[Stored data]
———

# (id, text, expected [(label, header, section kind)])
CASES = [
    (
        "letters-dot",
        "FINAL DIAGNOSIS:\nA. COLON, ASCENDING, POLYPECTOMY:\n- Tubular adenoma.\n"
        "B. RECTUM, POLYPECTOMY:\n- Hyperplastic polyp.\nC. SIGMOID, BIOPSY:\n- Normal mucosa.\n",
        [
            ("A", "A. COLON, ASCENDING, POLYPECTOMY:", "diagnosis"),
            ("B", "B. RECTUM, POLYPECTOMY:", "diagnosis"),
            ("C", "C. SIGMOID, BIOPSY:", "diagnosis"),
        ],
    ),
    (
        "letters-paren",
        "DIAGNOSIS\nA) Prostate, right base, needle biopsy: Benign.\n"
        "B) Prostate, left base, needle biopsy: Adenocarcinoma, Gleason 3+3=6.\n",
        [
            ("A", "A) Prostate, right base, needle biopsy:", "diagnosis"),
            ("B", "B) Prostate, left base, needle biopsy:", "diagnosis"),
        ],
    ),
    (
        "letters-in-parentheses",
        "DIAGNOSIS:\n(A) Cervix, 12 o'clock, biopsy: LSIL (CIN 1).\n(B) Endocervical curettage: "
        "Negative.\n",
        [
            ("A", "(A) Cervix, 12 o'clock, biopsy:", "diagnosis"),
            ("B", "(B) Endocervical curettage:", "diagnosis"),
        ],
    ),
    (
        "letters-colon",
        "DIAGNOSIS:\nA: Duodenum, biopsy - Marsh 3a.\nB: Stomach, antrum, biopsy - Gastritis.\n",
        [
            ("A", "A: Duodenum, biopsy -", "diagnosis"),
            ("B", "B: Stomach, antrum, biopsy -", "diagnosis"),
        ],
    ),
    (
        "numbers-dot",
        "FINAL DIAGNOSIS\n1. Lung, right upper lobe, wedge: Adenocarcinoma.\n"
        "2. Lymph node, station 4R: Negative (0/1).\n3. Lymph node, station 7: Negative (0/2).\n",
        [
            ("1", "1. Lung, right upper lobe, wedge:", "diagnosis"),
            ("2", "2. Lymph node, station 4R:", "diagnosis"),
            ("3", "3. Lymph node, station 7:", "diagnosis"),
        ],
    ),
    (
        "numbers-paren",
        "DIAGNOSIS:\n1) Sigmoid polyp: tubular adenoma\n2) Descending polyp: hyperplastic polyp\n",
        [
            ("1", "1) Sigmoid polyp:", "diagnosis"),
            ("2", "2) Descending polyp:", "diagnosis"),
        ],
    ),
    (
        "part-keyword-numbers",
        "DIAGNOSIS:\nPart 1: Prostate, right apex, biopsy - Adenocarcinoma, Gleason 3+4=7.\n"
        "Part 2: Prostate, left apex, biopsy - Benign prostatic tissue.\n",
        [
            ("1", "Part 1: Prostate, right apex, biopsy -", "diagnosis"),
            ("2", "Part 2: Prostate, left apex, biopsy -", "diagnosis"),
        ],
    ),
    (
        "part-keyword-letters-dash",
        "FINAL DIAGNOSIS\nPART A - LEFT BREAST, CORE BIOPSY:\nInvasive ductal carcinoma.\n"
        "PART B - LEFT AXILLA, CORE BIOPSY:\nNo carcinoma.\n",
        [
            ("A", "PART A - LEFT BREAST, CORE BIOPSY:", "diagnosis"),
            ("B", "PART B - LEFT AXILLA, CORE BIOPSY:", "diagnosis"),
        ],
    ),
    (
        "specimen-keyword-dash",
        "DIAGNOSIS\nSPECIMEN A - RIGHT COLON, RESECTION:\nAdenocarcinoma.\n"
        "SPECIMEN B - DONUT, ANASTOMOTIC:\nBenign colonic tissue.\n",
        [
            ("A", "SPECIMEN A - RIGHT COLON, RESECTION:", "diagnosis"),
            ("B", "SPECIMEN B - DONUT, ANASTOMOTIC:", "diagnosis"),
        ],
    ),
    (
        "specimen-hash-number",
        "DIAGNOSIS:\nSpecimen #1: Duodenum, biopsy: increased intraepithelial lymphocytes.\n"
        "Specimen #2: Stomach, biopsy: chronic gastritis.\n",
        [
            ("1", "Specimen #1: Duodenum, biopsy:", "diagnosis"),
            ("2", "Specimen #2: Stomach, biopsy:", "diagnosis"),
        ],
    ),
    (
        "parts-in-gross-and-diagnosis",
        'GROSS DESCRIPTION:\nA. Received in formalin labeled "cecal polyp" is a 0.4 cm polyp.\n'
        'A1: entirely submitted.\nB. Received in formalin labeled "rectum" are two fragments.\n'
        "B1-B2: entirely submitted.\nFINAL DIAGNOSIS:\nA. CECUM, POLYPECTOMY:\n"
        "- Sessile serrated lesion.\nB. RECTUM, BIOPSY:\n- Hyperplastic polyp.\n",
        [
            (
                "A",
                'A. Received in formalin labeled "cecal polyp" is a 0.4 cm polyp.',
                "gross",
            ),
            ("B", 'B. Received in formalin labeled "rectum" are two fragments.', "gross"),
            ("A", "A. CECUM, POLYPECTOMY:", "diagnosis"),
            ("B", "B. RECTUM, BIOPSY:", "diagnosis"),
        ],
    ),
    (
        "cassette-keys-stay-in-part",
        'GROSS:\nA. Labeled "sigmoid": 3.0 cm segment.\nA1-A3: tumor.\nA4: margin.\n'
        'B. Labeled "lymph nodes": fat.\nB1-B4: nodes.\n',
        [
            ("A", 'A. Labeled "sigmoid":', "gross"),
            ("B", 'B. Labeled "lymph nodes":', "gross"),
        ],
    ),
    (
        "cassette-summary-section-has-no-parts",
        "GROSS DESCRIPTION:\nReceived in formalin, one polyp, 0.9 cm.\nCASSETTE SUMMARY:\n"
        "A: stalk\nB: head\nC: remainder\nDIAGNOSIS:\nTubulovillous adenoma.\n",
        [("", "", "diagnosis")],
    ),
    (
        "site-named-parts",
        "DIAGNOSIS:\nSigmoid colon, biopsy:\n- Tubular adenoma.\nRectum, polypectomy:\n"
        "- Hyperplastic polyp.\n",
        [
            ("SIGMOID COLON, BIOPSY", "Sigmoid colon, biopsy:", "diagnosis"),
            ("RECTUM, POLYPECTOMY", "Rectum, polypectomy:", "diagnosis"),
        ],
    ),
    (
        "one-site-line-is-one-specimen",
        "DIAGNOSIS:\nRIGHT COLON, RIGHT COLECTOMY:\n- Adenocarcinoma.\n- Margins negative.\n",
        [("", "", "diagnosis")],
    ),
    (
        "numbered-list-mid-line-is-not-parts",
        "DIAGNOSIS:\nColon, biopsy: 1. Tubular adenoma. 2. No high-grade dysplasia.\n",
        [("", "", "diagnosis")],
    ),
    (
        "letter-mid-sentence-is-not-a-part",
        "DIAGNOSIS:\nSmall bowel, biopsy: normal; patient on vitamin A.\nB. cells noted?\n",
        [("", "", "diagnosis")],
    ),
    (
        "lone-label-with-nothing-after",
        "DIAGNOSIS:\nA.\nTubular adenoma.\n",
        [("", "", "diagnosis")],
    ),
    (
        "labels-out-of-sequence",
        "DIAGNOSIS:\nB. Benign.\nD. Benign.\n",
        [("", "", "diagnosis")],
    ),
    (
        "letters-with-numbered-sub-items",
        "DIAGNOSIS:\nA. COLON, TRANSVERSE, POLYPECTOMY:\n1. Tubular adenoma.\n2. Margin clear.\n"
        "B. COLON, SIGMOID, POLYPECTOMY:\n1. Hyperplastic polyp.\n",
        [
            ("A", "A. COLON, TRANSVERSE, POLYPECTOMY:", "diagnosis"),
            ("B", "B. COLON, SIGMOID, POLYPECTOMY:", "diagnosis"),
        ],
    ),
    (
        "keyword-parts-with-lettered-findings",
        "FINAL DIAGNOSIS:\nPART 1: LYMPH NODES, RIGHT PELVIC, EXCISION -\nNo tumor (0/6).\n"
        "PART 2: PROSTATE, RADICAL PROSTATECTOMY -\nA. ADENOCARCINOMA, GLEASON 4+3=7.\n"
        "B. MARGINS FREE.\nC. NO EXTRAPROSTATIC EXTENSION.\n",
        [
            ("1", "PART 1: LYMPH NODES, RIGHT PELVIC, EXCISION -", "diagnosis"),
            ("2", "PART 2: PROSTATE, RADICAL PROSTATECTOMY -", "diagnosis"),
        ],
    ),
    (
        "single-keyword-part",
        "DIAGNOSIS:\nPart 1: Cervix, LEEP - HSIL (CIN 3), margins negative.\n",
        [("1", "Part 1: Cervix, LEEP -", "diagnosis")],
    ),
    (
        "single-letter-part-with-site-header",
        "DIAGNOSIS:\nA. Duodenum, biopsy: Normal duodenal mucosa.\n",
        [("A", "A. Duodenum, biopsy:", "diagnosis")],
    ),
    (
        "single-number-without-header-is-one-specimen",
        "DIAGNOSIS:\n1. Tubular adenoma.\n",
        [("", "", "diagnosis")],
    ),
    (
        "weak-gross-label-supported-by-diagnosis",
        "GROSS:\nA. Received in formalin, a 0.3 cm polyp.\nDIAGNOSIS:\n"
        "A. Colon, polypectomy: Tubular adenoma.\n",
        [
            ("A", "A. Received in formalin, a 0.3 cm polyp.", "gross"),
            ("A", "A. Colon, polypectomy:", "diagnosis"),
        ],
    ),
    (
        "sequence-continues-after-synoptic-run",
        "DIAGNOSIS:\nA. COLON, SIGMOID, RESECTION:\nAdenocarcinoma.\nHistologic type: Adenocarcinoma\n"
        "Histologic grade: G2\nMargins: Negative\nB. LYMPH NODES, MESENTERIC:\nNo tumor (0/15).\n",
        [
            ("A", "A. COLON, SIGMOID, RESECTION:", "diagnosis"),
            ("B", "B. LYMPH NODES, MESENTERIC:", "diagnosis"),
        ],
    ),
    (
        "sequence-continues-in-next-diagnosis-section",
        "FINAL DIAGNOSIS\nA. STOMACH, BIOPSY:\nGastritis.\nB. DUODENUM, BIOPSY:\nNormal.\n"
        "COMMENT:\nCorrelate.\nFINAL DIAGNOSIS (continued)\nC. ESOPHAGUS, BIOPSY:\nBarrett mucosa.\n",
        [
            ("A", "A. STOMACH, BIOPSY:", "diagnosis"),
            ("B", "B. DUODENUM, BIOPSY:", "diagnosis"),
            ("C", "C. ESOPHAGUS, BIOPSY:", "diagnosis"),
        ],
    ),
    (
        "headerless-report-with-parts",
        "A. Endometrium, biopsy: Proliferative endometrium.\n"
        "B. Endocervix, curettage: Benign endocervical tissue.\n",
        [
            ("A", "A. Endometrium, biopsy:", "diagnosis"),
            ("B", "B. Endocervix, curettage:", "diagnosis"),
        ],
    ),
    (
        "headerless-single-specimen",
        "Tubular adenoma, no high-grade dysplasia.\n",
        [("", "", "diagnosis")],
    ),
    (
        "numbered-checklist-is-not-parts",
        "DIAGNOSIS:\nLung, lobectomy: Squamous cell carcinoma.\nCHECKLIST\n"
        "1. Histologic type: Squamous cell carcinoma\n2. Tumor size: 3.1 cm\n"
        "3. Bronchial margin: Free\n4. Lymph nodes: 0/7\n",
        [("", "", "diagnosis")],
    ),
    (
        "addendum-parts",
        "FINAL DIAGNOSIS:\nA. Breast, left, core: Invasive carcinoma.\nADDENDUM:\n"
        "A. ER: Positive (95%).\nB. Axilla, core: Negative.\n",
        [
            ("A", "A. Breast, left, core:", "diagnosis"),
            ("A", "A. ER:", "addendum"),
            ("B", "B. Axilla, core:", "addendum"),
        ],
    ),
    (
        "decimal-at-line-start-is-not-a-part",
        "GROSS:\n1.5 cm polyp received.\n2.0 cm stalk.\nDIAGNOSIS:\nTubular adenoma.\n",
        [("", "", "diagnosis")],
    ),
    (
        "lowercase-letters-are-sub-items",
        "DIAGNOSIS:\na. Tubular adenoma.\nb. Negative for HGD.\n",
        [("", "", "diagnosis")],
    ),
    (
        "per-part-synoptic-under-header",
        "DIAGNOSIS:\nA. Colon: carcinoma.\nB. Liver: metastasis.\nSYNOPTIC REPORT\n"
        "A. Colon, sigmoid:\nHistologic type: Adenocarcinoma\nHistologic grade: G2\n"
        "B. Liver, segment 6:\nHistologic type: Metastatic adenocarcinoma\n",
        [
            ("A", "A. Colon:", "diagnosis"),
            ("B", "B. Liver:", "diagnosis"),
            ("A", "A. Colon, sigmoid:", "synoptic"),
            ("B", "B. Liver, segment 6:", "synoptic"),
        ],
    ),
    (
        "specimen-is-received-gross-style",
        'GROSS DESCRIPTION:\nSpecimen A is received in formalin labeled "right lobe".\n'
        'Specimen B is received in formalin labeled "left lobe".\nDIAGNOSIS:\n'
        "Nodular hyperplasia.\n",
        [
            ("A", 'Specimen A is received in formalin labeled "right lobe".', "gross"),
            ("B", 'Specimen B is received in formalin labeled "left lobe".', "gross"),
            ("", "", "diagnosis"),
        ],
    ),
    (
        "crlf-parts",
        "DIAGNOSIS:\r\nA. Colon, biopsy:\r\nAdenoma.\r\nB. Rectum, biopsy:\r\nNormal.\r\n",
        [
            ("A", "A. Colon, biopsy:", "diagnosis"),
            ("B", "B. Rectum, biopsy:", "diagnosis"),
        ],
    ),
    (
        "only-gross-and-microscopic",
        "GROSS DESCRIPTION\nOne core.\nMICROSCOPIC\nBenign glands.\n",
        [("", "", "gross")],
    ),
    (
        "label-on-its-own-line-in-sequence",
        "DIAGNOSIS:\nA.\nTubular adenoma.\nB.\nHyperplastic polyp.\n",
        [("A", "A.", "diagnosis"), ("B", "B.", "diagnosis")],
    ),
    (
        "ocr-numeric-label-glued-to-capitals",
        "DIAGNOSIS:\n1.LUNG, RIGHT LOWER LOBE, WEDGE: CARCINOMA.\n2.LYMPH NODE, LEVEL 7: NEGATIVE.\n",
        [
            ("1", "1.LUNG, RIGHT LOWER LOBE, WEDGE:", "diagnosis"),
            ("2", "2.LYMPH NODE, LEVEL 7:", "diagnosis"),
        ],
    ),
    (
        "ocr-letter-label-glued-to-word",
        "DIAGNOSIS:\nA.Right ovary, excision:\nSerous carcinoma.\nB.Uterus, hysterectomy:\n"
        "Leiomyoma.\nNote at 9 A.M. today.\n",
        [
            ("A", "A.Right ovary, excision:", "diagnosis"),
            ("B", "B.Uterus, hysterectomy:", "diagnosis"),
        ],
    ),
    (
        "ocr-keyword-semicolon-with-lettered-findings",
        "FINAL DIAGNOSIS:\nPART 1; RIGHT PELVIC LYMPH NODES, EXCISION-\nA. ONE OF FIVE NODES "
        "POSITIVE.\nB. FOCUS 0.15 CM.\nPART 2; PROSTATE, PROSTATECTOMY-\nA. ADENOCARCINOMA.\n",
        [
            ("1", "PART 1; RIGHT PELVIC LYMPH NODES, EXCISION-", "diagnosis"),
            ("2", "PART 2; PROSTATE, PROSTATECTOMY-", "diagnosis"),
        ],
    ),
    (
        "abbreviation-at-line-start-is-not-a-label",
        "DIAGNOSIS:\nA.M. specimen: benign.\nP.M. specimen: benign.\n",
        [("", "", "diagnosis")],
    ),
    (
        "lowercase-letters-with-site-headers-are-parts",
        "DIAGNOSIS:\na. Rectosigmoid colon, low anterior resection:\nAdenocarcinoma.\n"
        "b. Colon, distal margin, excision:\nNo tumor.\n",
        [
            ("A", "a. Rectosigmoid colon, low anterior resection:", "diagnosis"),
            ("B", "b. Colon, distal margin, excision:", "diagnosis"),
        ],
    ),
    (
        "comment-between-parts-keeps-the-sequence",
        "FINAL DIAGNOSIS:\nA. Colon, biopsy:\nTubular adenoma.\nComment: fragmented.\n"
        "B. Rectum, biopsy:\nHyperplastic polyp.\n",
        [
            ("A", "A. Colon, biopsy:", "diagnosis"),
            ("B", "B. Rectum, biopsy:", "diagnosis"),
        ],
    ),
    (
        "unicode-spaces-and-lone-cr",
        "DIAGNOSIS:\rA.\u00a0Colon,\u00a0biopsy:\u00a0\rAdenoma.\rB. Rectum, biopsy:\rNormal.\r",
        [
            ("A", "A.\u00a0Colon,\u00a0biopsy:", "diagnosis"),
            ("B", "B. Rectum, biopsy:", "diagnosis"),
        ],
    ),
    (
        "site-named-parts-with-unicode-space",
        "DIAGNOSIS:\nSigmoid\u00a0colon, biopsy:\nAdenoma.\nRectum, biopsy:\nNormal.\n",
        [
            ("SIGMOID COLON, BIOPSY", "Sigmoid\u00a0colon, biopsy:", "diagnosis"),
            ("RECTUM, BIOPSY", "Rectum, biopsy:", "diagnosis"),
        ],
    ),
    (
        "indented-labels",
        "DIAGNOSIS:\n   A. Skin, back, shave: Seborrheic keratosis.\n   B. Skin, arm, punch: "
        "Dermatitis.\n",
        [
            ("A", "A. Skin, back, shave:", "diagnosis"),
            ("B", "B. Skin, arm, punch:", "diagnosis"),
        ],
    ),
]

———

### THE PROBLEM
Show me all lines in the records that contain "submitted".

### RESULT BELOW
        'A1: entirely submitted.\nB. Received in formalin labeled "rectum" are two fragments.\n'
        "B1-B2: entirely submitted.\nFINAL DIAGNOSIS:\nA. CECUM, POLYPECTOMY:\n"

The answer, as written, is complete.